### Task description:
Please quote exactly the lines below from the line containing "to trace over." to the line containing "every change here", both lines included, and nothing else.

(Data section begins)

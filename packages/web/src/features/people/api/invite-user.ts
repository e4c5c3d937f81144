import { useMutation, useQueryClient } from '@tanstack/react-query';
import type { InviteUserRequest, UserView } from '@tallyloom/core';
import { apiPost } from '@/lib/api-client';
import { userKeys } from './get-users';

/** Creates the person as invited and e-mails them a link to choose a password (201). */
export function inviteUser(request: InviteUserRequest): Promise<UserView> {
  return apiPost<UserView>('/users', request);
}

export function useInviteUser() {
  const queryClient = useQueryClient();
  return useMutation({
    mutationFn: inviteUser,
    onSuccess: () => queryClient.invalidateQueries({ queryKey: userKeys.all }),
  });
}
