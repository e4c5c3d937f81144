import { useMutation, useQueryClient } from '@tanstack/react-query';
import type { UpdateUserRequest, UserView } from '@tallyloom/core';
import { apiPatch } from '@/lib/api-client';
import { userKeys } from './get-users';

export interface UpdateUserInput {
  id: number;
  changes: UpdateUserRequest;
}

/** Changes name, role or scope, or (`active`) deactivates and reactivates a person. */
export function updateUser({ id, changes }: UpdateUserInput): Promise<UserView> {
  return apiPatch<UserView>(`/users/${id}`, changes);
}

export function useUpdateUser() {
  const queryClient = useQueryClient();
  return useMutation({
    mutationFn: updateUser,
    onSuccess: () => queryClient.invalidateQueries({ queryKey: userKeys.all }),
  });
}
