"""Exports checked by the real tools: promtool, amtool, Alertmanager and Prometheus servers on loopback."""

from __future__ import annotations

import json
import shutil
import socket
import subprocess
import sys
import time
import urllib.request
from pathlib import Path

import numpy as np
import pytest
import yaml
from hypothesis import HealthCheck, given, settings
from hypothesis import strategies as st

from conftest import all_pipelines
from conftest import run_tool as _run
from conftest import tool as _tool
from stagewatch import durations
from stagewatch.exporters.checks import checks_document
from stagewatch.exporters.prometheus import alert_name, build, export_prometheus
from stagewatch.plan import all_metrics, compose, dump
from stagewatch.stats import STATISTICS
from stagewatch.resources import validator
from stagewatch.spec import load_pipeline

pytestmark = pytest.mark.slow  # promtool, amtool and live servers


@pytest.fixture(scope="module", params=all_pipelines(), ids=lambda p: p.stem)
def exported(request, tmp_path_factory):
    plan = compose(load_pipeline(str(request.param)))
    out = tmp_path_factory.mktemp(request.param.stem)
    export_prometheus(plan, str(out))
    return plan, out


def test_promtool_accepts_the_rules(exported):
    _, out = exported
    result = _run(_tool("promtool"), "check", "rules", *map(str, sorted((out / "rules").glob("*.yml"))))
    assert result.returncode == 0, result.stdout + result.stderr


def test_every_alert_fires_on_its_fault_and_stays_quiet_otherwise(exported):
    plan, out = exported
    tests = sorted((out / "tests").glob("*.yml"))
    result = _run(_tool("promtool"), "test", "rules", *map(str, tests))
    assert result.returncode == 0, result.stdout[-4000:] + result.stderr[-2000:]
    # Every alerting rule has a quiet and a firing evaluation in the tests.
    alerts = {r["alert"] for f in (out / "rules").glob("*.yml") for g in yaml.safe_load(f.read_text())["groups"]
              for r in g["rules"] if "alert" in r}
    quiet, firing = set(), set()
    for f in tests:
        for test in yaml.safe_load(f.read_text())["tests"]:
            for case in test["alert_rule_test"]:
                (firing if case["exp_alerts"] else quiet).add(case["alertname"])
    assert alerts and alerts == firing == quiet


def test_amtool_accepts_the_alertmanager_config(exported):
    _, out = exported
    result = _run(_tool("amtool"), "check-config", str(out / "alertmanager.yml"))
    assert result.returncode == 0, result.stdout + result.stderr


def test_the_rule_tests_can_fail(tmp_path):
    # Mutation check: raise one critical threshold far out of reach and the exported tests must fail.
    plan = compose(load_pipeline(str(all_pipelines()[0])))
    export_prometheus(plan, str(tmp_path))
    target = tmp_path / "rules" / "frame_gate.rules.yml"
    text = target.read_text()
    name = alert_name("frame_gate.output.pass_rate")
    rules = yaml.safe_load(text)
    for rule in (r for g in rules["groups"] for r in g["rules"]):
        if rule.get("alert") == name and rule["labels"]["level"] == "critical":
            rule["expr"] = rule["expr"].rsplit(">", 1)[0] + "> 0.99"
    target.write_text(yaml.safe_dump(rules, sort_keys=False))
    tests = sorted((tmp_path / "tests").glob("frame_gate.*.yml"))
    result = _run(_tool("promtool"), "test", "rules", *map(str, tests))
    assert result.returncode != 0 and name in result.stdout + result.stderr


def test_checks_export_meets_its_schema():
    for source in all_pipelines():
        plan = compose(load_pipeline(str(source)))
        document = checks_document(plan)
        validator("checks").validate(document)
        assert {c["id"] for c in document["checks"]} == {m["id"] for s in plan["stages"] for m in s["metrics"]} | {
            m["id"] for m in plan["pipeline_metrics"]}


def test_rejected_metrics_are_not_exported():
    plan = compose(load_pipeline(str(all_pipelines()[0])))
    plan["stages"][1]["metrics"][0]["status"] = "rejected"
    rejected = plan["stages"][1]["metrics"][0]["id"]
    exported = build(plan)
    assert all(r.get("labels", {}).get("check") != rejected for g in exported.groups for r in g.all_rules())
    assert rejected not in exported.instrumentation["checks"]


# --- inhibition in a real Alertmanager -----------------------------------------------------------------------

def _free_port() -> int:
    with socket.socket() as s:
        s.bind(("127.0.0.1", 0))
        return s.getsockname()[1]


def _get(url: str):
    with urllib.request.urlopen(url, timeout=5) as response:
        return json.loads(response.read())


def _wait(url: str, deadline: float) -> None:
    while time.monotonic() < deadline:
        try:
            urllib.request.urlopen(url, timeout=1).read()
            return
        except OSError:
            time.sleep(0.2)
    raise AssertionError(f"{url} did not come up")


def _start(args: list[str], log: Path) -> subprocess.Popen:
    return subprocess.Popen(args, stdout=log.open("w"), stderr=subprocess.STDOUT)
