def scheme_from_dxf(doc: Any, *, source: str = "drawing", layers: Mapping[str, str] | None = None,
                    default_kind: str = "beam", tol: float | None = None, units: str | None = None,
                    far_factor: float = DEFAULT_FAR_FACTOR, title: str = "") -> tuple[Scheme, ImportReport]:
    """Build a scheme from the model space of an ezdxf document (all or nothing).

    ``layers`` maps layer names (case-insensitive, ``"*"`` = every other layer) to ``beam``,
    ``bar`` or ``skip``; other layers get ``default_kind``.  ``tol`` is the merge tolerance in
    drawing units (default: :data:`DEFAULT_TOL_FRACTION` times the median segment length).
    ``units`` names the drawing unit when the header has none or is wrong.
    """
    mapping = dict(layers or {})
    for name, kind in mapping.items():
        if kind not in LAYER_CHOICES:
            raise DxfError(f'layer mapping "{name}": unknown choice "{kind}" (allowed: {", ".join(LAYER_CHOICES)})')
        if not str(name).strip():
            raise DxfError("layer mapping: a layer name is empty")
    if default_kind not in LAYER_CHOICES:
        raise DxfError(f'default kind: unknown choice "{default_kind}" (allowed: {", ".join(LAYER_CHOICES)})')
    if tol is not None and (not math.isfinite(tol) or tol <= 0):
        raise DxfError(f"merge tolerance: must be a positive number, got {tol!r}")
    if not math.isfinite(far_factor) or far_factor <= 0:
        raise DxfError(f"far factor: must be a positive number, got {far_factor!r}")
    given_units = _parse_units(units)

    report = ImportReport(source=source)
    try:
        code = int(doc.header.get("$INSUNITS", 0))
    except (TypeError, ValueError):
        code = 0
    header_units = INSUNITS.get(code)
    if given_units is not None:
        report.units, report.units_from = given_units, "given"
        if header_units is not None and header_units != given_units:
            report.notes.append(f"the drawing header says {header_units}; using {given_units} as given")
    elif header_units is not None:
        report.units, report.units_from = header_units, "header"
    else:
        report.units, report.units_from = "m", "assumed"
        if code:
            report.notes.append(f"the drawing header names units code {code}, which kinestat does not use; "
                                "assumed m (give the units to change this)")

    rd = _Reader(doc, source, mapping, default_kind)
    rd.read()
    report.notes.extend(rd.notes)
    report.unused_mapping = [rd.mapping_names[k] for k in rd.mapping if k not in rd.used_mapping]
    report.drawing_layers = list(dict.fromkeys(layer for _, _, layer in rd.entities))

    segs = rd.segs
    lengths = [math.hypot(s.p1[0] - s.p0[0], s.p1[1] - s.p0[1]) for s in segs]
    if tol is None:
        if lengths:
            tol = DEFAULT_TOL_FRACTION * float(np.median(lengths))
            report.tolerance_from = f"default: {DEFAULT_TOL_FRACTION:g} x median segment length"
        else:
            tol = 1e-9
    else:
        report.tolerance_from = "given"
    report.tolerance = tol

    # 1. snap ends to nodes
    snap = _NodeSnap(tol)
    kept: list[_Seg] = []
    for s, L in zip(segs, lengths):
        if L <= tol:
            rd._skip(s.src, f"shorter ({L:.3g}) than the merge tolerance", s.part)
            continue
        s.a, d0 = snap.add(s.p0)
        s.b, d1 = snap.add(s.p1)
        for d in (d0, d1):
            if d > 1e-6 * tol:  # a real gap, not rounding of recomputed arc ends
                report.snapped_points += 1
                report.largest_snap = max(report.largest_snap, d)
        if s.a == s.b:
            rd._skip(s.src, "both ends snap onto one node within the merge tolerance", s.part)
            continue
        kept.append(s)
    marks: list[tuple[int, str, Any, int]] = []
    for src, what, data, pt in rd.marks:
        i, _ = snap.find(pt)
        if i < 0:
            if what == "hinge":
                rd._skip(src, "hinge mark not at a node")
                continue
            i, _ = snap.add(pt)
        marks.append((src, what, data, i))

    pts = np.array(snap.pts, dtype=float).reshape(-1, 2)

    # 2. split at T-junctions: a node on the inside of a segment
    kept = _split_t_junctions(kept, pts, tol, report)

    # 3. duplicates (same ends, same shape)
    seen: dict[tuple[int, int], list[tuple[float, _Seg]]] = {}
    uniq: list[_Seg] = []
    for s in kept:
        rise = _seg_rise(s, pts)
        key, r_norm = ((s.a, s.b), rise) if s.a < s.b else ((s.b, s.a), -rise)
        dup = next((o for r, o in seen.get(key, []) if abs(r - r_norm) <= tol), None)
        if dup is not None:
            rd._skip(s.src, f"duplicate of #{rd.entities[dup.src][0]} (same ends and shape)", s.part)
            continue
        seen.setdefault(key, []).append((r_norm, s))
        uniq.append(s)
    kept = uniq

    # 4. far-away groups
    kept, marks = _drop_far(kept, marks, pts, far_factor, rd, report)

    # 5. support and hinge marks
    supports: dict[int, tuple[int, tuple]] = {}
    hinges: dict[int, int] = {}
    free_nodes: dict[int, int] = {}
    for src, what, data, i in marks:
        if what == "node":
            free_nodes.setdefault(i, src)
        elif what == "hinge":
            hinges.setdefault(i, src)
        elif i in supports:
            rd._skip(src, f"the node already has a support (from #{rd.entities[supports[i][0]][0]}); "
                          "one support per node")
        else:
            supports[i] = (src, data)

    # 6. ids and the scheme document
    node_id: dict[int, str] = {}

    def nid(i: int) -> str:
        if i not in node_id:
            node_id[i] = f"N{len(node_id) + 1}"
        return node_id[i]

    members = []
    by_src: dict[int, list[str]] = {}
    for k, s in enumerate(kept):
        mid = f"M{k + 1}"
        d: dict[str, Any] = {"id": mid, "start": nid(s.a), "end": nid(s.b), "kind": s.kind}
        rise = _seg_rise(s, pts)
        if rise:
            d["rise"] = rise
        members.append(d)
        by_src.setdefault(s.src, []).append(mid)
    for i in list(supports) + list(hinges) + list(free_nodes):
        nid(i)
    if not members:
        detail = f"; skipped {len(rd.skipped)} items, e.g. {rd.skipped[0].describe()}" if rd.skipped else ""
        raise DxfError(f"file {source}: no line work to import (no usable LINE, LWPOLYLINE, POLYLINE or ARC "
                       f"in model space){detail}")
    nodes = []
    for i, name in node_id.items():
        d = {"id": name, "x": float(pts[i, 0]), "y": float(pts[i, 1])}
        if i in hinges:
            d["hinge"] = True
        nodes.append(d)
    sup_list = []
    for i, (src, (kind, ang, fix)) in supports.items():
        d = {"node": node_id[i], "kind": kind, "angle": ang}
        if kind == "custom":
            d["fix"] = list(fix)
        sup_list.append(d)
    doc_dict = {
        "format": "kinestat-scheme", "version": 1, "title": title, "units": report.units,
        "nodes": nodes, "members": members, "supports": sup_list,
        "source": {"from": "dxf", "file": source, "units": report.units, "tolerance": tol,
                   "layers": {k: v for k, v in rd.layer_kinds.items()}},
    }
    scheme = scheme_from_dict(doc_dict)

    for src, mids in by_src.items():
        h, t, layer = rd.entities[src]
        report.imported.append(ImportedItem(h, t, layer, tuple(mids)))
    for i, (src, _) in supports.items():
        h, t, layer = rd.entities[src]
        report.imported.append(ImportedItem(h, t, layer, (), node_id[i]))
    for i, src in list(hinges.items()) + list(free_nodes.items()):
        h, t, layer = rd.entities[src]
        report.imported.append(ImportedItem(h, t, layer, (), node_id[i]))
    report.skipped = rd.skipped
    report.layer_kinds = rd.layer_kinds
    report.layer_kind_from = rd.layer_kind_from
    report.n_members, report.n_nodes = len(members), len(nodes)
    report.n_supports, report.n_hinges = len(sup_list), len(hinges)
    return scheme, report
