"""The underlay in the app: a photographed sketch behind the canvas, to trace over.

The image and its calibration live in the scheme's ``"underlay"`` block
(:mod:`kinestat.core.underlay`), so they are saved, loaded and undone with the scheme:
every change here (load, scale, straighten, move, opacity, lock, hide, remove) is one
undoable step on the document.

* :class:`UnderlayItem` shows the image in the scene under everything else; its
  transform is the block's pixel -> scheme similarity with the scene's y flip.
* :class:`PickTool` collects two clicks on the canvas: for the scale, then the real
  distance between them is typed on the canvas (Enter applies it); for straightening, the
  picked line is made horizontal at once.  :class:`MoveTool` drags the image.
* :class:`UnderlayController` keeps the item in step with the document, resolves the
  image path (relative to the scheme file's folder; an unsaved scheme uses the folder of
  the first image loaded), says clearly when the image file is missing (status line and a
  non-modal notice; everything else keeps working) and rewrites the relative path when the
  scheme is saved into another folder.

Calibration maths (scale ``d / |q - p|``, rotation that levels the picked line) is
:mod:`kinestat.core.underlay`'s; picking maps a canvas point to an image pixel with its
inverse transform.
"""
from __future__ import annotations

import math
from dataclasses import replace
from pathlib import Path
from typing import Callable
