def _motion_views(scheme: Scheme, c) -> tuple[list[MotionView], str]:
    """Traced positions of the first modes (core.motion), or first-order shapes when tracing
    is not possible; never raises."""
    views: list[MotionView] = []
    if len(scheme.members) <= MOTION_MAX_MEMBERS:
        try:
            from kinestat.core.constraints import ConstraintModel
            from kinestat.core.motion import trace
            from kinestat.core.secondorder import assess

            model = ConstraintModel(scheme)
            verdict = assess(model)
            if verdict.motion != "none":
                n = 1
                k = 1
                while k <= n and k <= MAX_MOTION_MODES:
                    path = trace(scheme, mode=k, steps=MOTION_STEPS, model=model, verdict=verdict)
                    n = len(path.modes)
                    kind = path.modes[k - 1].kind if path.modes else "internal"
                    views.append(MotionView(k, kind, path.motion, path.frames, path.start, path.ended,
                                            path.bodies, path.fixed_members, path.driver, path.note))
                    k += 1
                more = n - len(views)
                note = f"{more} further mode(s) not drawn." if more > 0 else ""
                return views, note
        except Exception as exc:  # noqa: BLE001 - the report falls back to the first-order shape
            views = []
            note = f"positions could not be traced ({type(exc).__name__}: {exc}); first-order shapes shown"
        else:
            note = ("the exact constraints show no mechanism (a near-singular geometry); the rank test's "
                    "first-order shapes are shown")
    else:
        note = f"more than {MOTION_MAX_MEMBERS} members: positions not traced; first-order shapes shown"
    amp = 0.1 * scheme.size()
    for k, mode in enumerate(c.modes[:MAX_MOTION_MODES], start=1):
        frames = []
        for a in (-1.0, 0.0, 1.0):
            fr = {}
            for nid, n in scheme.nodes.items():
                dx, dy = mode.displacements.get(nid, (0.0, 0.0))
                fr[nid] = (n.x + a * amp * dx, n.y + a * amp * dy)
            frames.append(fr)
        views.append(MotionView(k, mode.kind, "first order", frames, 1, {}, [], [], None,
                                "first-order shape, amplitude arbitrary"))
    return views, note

(Data section ends)

### Task answer:
"""The underlay in the app: a photographed sketch behind the canvas, to trace over.

The image and its calibration live in the scheme's ``"underlay"`` block
(:mod:`kinestat.core.underlay`), so they are saved, loaded and undone with the scheme:
every change here (load, scale, straighten, move, opacity, lock, hide, remove) is one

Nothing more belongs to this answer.